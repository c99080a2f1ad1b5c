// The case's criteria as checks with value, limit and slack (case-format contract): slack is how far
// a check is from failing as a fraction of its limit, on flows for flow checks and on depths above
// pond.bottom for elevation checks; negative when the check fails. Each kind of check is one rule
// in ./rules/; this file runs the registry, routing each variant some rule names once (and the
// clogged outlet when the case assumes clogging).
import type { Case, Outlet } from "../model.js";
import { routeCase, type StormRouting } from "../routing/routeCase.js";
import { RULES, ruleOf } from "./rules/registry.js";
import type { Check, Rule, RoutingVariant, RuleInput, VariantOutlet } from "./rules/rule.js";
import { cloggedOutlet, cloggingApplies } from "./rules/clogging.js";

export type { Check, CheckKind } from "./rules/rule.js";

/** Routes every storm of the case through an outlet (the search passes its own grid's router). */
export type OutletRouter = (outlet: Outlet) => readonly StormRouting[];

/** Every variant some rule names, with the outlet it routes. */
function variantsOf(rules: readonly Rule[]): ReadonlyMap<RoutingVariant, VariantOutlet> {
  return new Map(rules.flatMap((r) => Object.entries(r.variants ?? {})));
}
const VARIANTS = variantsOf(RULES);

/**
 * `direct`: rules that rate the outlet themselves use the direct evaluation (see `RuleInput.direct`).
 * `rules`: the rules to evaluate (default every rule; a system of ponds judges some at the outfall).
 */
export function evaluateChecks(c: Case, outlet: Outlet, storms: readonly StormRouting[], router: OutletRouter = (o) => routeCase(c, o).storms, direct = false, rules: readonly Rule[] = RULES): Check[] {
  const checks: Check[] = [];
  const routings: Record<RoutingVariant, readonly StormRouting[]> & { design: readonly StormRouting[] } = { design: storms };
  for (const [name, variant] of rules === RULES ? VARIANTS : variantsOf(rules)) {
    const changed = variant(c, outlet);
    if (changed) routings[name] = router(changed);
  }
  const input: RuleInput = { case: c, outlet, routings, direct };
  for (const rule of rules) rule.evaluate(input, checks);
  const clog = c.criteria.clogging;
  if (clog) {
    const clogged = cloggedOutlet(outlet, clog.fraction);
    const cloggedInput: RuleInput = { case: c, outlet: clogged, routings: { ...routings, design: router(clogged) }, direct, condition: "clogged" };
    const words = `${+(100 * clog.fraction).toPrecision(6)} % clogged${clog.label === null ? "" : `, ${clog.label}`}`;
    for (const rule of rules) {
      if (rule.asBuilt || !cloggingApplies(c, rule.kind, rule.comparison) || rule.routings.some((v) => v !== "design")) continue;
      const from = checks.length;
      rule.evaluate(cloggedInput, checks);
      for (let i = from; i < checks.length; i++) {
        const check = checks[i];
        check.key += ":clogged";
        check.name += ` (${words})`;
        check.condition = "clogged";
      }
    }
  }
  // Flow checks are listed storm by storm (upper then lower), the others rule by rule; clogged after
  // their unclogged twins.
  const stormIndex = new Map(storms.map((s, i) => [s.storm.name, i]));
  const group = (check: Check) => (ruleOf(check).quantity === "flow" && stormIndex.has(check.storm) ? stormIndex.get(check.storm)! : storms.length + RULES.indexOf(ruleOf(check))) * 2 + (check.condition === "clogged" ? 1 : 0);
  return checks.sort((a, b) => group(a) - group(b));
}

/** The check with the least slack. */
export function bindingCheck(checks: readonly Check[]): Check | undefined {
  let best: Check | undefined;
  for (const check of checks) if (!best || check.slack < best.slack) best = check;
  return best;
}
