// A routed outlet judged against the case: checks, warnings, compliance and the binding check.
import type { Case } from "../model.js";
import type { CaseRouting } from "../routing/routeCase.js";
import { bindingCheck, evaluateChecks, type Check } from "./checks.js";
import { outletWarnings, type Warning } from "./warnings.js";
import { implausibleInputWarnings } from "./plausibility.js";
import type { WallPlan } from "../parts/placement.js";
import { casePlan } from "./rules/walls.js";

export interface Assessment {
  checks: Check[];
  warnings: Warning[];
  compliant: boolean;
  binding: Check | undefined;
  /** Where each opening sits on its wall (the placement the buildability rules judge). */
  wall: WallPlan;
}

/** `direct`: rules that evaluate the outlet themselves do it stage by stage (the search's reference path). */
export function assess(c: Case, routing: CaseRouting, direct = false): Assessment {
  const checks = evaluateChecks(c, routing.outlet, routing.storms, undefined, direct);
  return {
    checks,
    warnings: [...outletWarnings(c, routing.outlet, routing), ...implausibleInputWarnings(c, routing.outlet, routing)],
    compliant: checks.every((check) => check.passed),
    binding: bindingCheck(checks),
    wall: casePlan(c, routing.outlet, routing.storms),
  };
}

+ + + + +

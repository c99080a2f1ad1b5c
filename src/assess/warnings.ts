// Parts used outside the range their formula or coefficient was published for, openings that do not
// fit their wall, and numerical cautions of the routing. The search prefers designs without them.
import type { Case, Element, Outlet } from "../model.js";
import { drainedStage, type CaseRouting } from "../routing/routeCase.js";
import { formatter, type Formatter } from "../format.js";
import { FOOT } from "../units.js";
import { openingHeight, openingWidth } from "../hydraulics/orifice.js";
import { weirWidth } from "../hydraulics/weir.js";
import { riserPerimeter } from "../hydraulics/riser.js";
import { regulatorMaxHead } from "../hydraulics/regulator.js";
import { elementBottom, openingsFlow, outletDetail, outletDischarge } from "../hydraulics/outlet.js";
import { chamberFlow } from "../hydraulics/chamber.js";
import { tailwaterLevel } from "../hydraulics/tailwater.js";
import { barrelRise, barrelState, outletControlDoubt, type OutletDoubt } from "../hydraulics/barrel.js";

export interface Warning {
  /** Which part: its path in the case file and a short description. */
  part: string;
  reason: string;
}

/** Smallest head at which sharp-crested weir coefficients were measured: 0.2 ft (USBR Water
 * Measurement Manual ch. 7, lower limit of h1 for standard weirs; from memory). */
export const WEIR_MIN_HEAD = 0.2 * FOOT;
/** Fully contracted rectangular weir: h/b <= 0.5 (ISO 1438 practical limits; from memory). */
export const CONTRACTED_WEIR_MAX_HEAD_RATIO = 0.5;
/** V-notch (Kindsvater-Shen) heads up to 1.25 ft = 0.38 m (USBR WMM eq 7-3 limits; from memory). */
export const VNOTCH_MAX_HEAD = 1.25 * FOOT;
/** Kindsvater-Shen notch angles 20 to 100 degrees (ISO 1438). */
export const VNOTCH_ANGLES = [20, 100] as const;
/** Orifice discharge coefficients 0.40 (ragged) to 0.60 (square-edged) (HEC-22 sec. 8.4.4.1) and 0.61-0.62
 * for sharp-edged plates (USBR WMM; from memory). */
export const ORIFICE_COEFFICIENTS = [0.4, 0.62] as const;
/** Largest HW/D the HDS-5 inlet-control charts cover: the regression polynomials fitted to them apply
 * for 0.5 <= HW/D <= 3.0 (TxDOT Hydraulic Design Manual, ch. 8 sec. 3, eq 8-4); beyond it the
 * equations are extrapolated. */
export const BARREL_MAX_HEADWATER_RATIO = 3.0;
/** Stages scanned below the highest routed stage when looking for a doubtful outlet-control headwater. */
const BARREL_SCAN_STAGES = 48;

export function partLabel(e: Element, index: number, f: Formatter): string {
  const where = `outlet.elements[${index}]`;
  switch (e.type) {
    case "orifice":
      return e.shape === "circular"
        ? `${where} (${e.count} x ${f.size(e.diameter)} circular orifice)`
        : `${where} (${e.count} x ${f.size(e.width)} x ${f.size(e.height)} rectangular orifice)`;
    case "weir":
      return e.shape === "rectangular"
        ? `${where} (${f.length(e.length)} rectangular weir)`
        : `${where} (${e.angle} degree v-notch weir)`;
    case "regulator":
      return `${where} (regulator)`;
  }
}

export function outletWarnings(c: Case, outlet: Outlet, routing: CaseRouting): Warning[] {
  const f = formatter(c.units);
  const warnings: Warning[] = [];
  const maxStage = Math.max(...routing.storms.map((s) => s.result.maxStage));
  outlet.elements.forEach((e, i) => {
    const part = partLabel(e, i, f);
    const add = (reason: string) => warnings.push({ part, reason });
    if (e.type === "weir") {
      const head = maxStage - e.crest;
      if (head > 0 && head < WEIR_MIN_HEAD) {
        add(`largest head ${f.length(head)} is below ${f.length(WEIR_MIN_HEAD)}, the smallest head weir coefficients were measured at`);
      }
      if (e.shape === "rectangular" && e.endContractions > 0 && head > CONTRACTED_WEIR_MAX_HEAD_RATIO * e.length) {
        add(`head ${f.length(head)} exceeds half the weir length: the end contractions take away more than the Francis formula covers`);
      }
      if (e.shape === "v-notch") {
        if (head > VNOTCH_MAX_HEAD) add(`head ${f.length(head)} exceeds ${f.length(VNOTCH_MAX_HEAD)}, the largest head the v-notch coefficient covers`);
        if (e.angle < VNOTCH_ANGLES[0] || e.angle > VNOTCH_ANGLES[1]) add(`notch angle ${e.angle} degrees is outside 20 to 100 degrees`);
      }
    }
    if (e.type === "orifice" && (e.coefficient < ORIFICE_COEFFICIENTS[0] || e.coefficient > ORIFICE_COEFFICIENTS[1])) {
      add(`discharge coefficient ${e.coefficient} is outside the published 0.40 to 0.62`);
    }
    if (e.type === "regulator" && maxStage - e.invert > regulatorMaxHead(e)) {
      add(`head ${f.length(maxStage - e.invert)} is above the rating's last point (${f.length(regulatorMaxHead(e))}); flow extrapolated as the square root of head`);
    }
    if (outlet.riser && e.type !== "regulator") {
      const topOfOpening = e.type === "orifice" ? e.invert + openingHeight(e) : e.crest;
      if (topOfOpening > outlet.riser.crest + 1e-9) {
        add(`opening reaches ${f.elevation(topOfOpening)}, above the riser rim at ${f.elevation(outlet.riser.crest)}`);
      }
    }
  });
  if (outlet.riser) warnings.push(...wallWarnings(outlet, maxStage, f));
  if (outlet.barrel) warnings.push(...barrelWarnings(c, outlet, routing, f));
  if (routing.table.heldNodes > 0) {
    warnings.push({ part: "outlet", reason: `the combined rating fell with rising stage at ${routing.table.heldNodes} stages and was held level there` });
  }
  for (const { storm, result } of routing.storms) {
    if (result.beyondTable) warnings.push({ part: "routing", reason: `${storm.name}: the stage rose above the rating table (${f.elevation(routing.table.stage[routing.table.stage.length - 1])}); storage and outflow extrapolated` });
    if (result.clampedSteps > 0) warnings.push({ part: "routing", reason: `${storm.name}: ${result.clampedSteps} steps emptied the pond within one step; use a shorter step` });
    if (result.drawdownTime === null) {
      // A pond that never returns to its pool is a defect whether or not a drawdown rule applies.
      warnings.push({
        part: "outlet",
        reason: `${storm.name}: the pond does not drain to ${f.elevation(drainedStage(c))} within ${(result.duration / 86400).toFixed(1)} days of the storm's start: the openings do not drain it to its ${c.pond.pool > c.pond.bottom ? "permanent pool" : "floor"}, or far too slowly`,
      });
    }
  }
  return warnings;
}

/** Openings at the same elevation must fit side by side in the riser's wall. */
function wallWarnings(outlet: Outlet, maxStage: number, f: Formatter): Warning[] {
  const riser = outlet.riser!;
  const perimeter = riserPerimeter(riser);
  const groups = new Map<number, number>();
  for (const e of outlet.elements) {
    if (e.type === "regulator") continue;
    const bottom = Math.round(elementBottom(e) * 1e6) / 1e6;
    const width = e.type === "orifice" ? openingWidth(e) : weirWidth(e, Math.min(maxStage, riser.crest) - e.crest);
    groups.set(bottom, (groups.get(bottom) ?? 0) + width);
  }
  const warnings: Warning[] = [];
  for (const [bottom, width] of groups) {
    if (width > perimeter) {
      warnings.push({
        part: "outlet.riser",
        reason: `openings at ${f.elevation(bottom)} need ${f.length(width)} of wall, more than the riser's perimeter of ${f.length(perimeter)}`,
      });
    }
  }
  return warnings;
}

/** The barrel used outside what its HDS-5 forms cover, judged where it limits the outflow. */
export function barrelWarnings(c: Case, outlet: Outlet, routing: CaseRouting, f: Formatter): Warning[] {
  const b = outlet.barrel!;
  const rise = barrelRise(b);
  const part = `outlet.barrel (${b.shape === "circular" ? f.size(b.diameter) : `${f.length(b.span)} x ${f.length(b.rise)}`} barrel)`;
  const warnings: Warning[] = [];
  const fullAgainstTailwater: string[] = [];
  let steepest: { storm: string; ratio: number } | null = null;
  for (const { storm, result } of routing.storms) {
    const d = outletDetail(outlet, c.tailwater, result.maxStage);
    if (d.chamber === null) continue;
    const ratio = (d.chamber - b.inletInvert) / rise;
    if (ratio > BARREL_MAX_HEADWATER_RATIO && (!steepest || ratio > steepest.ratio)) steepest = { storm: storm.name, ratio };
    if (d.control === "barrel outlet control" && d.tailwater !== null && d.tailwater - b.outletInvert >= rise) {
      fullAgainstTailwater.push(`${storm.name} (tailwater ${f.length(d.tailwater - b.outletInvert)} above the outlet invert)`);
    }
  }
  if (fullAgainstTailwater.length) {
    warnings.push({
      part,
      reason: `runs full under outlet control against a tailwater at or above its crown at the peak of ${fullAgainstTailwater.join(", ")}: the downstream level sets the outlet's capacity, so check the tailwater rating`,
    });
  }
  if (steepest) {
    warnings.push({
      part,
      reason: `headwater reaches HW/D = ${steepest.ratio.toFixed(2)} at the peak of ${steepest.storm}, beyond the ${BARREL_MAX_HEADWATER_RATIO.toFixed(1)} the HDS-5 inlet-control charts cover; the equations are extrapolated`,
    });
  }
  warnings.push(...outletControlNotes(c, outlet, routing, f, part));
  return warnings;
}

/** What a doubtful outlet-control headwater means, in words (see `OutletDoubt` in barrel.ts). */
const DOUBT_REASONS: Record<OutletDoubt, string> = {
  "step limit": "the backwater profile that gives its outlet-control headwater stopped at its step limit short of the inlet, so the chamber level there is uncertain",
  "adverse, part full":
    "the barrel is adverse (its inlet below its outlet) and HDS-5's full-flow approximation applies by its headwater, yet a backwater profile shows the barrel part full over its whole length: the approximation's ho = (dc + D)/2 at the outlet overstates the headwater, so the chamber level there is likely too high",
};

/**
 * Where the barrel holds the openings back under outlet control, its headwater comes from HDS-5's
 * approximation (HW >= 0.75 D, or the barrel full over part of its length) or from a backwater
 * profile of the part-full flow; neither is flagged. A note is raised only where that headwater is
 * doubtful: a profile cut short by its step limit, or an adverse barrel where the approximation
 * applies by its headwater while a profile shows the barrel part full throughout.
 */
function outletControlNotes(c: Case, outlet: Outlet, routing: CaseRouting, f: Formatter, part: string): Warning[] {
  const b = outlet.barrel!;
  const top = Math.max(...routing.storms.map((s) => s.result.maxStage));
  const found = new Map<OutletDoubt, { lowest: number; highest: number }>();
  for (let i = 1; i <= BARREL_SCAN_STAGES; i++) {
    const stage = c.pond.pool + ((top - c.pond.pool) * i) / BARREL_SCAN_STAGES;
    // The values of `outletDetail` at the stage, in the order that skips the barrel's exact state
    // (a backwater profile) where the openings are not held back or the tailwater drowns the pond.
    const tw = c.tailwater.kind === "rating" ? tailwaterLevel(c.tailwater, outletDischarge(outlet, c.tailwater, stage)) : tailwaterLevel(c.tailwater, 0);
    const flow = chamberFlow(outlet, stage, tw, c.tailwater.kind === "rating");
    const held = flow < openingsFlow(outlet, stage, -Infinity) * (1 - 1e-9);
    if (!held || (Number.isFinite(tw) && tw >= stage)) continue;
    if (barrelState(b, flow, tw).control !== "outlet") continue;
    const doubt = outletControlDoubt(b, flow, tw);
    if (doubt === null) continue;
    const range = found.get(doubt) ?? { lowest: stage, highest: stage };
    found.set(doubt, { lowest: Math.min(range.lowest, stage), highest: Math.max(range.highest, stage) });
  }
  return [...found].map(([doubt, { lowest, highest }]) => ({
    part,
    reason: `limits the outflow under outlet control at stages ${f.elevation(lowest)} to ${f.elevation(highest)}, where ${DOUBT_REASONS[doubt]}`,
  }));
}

+ + + + +

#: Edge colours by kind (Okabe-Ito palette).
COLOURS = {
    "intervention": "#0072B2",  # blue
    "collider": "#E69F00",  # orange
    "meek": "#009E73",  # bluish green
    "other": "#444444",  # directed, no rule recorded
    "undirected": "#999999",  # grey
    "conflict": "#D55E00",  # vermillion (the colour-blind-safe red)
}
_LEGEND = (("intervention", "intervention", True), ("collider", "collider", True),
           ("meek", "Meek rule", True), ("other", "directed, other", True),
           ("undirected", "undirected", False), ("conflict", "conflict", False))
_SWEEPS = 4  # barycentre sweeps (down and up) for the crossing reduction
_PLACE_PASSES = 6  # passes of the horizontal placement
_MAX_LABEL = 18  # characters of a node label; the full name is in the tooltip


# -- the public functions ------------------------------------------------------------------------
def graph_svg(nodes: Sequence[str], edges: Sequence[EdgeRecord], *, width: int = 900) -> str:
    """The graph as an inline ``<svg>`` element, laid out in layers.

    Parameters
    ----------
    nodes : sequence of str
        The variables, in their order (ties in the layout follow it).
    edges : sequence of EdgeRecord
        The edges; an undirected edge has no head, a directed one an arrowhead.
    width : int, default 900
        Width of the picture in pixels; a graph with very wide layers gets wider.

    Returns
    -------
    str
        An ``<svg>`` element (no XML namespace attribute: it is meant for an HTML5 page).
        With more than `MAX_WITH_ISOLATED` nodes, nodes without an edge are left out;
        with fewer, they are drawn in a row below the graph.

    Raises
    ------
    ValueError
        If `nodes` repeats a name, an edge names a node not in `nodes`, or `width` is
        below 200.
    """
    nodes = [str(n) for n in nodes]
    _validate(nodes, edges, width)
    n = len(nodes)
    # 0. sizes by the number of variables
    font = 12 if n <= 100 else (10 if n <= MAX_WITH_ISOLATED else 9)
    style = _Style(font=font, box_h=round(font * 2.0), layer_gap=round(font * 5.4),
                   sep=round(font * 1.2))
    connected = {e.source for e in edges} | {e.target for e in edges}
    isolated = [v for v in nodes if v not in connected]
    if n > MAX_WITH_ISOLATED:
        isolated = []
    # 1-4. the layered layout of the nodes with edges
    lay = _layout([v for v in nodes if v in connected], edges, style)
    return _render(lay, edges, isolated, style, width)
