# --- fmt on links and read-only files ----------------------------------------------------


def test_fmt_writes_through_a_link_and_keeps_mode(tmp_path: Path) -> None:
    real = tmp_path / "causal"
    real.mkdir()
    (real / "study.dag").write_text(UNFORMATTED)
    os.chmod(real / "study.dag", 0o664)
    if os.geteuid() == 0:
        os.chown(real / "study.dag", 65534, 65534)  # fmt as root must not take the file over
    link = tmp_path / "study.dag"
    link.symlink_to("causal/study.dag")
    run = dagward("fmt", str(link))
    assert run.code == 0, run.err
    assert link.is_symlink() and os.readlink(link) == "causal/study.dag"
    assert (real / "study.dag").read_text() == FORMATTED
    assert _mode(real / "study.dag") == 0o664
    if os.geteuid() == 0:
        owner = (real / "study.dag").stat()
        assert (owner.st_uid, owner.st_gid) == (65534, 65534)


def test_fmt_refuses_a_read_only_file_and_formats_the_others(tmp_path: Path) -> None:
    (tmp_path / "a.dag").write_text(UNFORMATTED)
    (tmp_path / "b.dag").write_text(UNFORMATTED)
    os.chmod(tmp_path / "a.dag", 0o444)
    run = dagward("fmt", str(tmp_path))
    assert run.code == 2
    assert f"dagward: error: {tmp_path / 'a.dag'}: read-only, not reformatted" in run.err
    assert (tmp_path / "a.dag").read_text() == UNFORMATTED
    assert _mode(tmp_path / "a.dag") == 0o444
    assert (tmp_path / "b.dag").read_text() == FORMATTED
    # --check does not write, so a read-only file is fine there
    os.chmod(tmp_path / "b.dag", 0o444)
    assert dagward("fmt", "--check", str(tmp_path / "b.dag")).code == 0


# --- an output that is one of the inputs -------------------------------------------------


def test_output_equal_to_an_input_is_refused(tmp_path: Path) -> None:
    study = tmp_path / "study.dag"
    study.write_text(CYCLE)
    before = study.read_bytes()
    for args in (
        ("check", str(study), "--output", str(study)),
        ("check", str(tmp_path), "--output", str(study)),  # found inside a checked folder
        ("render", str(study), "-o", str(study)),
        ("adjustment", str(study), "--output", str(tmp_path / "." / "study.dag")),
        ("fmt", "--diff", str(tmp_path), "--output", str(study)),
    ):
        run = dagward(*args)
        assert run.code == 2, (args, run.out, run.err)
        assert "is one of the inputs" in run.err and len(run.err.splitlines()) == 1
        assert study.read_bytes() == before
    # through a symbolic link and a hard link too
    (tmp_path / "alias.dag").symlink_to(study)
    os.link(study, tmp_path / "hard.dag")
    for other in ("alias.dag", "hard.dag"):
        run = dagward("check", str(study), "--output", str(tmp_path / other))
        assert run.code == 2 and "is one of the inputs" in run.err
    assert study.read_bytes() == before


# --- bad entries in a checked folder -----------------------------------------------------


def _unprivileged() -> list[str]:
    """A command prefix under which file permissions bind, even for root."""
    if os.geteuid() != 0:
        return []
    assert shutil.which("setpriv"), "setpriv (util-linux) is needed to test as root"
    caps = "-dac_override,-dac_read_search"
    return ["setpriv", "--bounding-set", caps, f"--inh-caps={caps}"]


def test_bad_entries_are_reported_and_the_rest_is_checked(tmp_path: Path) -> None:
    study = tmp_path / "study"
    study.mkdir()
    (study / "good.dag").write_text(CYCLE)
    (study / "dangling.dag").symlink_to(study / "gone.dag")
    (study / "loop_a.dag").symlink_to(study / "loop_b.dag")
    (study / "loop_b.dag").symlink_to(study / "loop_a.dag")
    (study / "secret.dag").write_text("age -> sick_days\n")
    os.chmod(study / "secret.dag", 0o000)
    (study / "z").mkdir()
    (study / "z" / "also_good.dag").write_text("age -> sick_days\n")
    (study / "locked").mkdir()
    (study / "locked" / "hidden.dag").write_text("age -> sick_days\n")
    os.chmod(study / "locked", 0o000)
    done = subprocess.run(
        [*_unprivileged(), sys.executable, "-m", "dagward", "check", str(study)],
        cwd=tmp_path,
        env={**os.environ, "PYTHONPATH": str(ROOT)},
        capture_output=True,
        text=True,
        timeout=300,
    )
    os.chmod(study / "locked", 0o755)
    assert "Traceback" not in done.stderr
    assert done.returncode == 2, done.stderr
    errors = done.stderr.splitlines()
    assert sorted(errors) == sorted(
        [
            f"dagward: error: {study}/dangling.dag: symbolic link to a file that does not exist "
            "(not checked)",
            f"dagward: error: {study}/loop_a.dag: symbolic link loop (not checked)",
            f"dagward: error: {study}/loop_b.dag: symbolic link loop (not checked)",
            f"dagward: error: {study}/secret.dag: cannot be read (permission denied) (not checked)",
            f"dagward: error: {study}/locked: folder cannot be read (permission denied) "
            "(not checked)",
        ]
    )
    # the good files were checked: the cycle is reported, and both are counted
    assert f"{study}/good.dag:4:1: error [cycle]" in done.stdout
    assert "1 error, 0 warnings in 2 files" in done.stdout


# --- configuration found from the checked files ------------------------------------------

+ + + + +

**PROBLEM STATEMENT**
Lines from the records above that hold "outside" are the ones to list.

**OUTPUT FOR THIS EXERCISE**
// Parts used outside the range their formula or coefficient was published for, openings that do not
        if (e.angle < VNOTCH_ANGLES[0] || e.angle > VNOTCH_ANGLES[1]) add(`notch angle ${e.angle} degrees is outside 20 to 100 degrees`);
      add(`discharge coefficient ${e.coefficient} is outside the published 0.40 to 0.62`);
/** The barrel used outside what its HDS-5 forms cover, judged where it limits the outflow. */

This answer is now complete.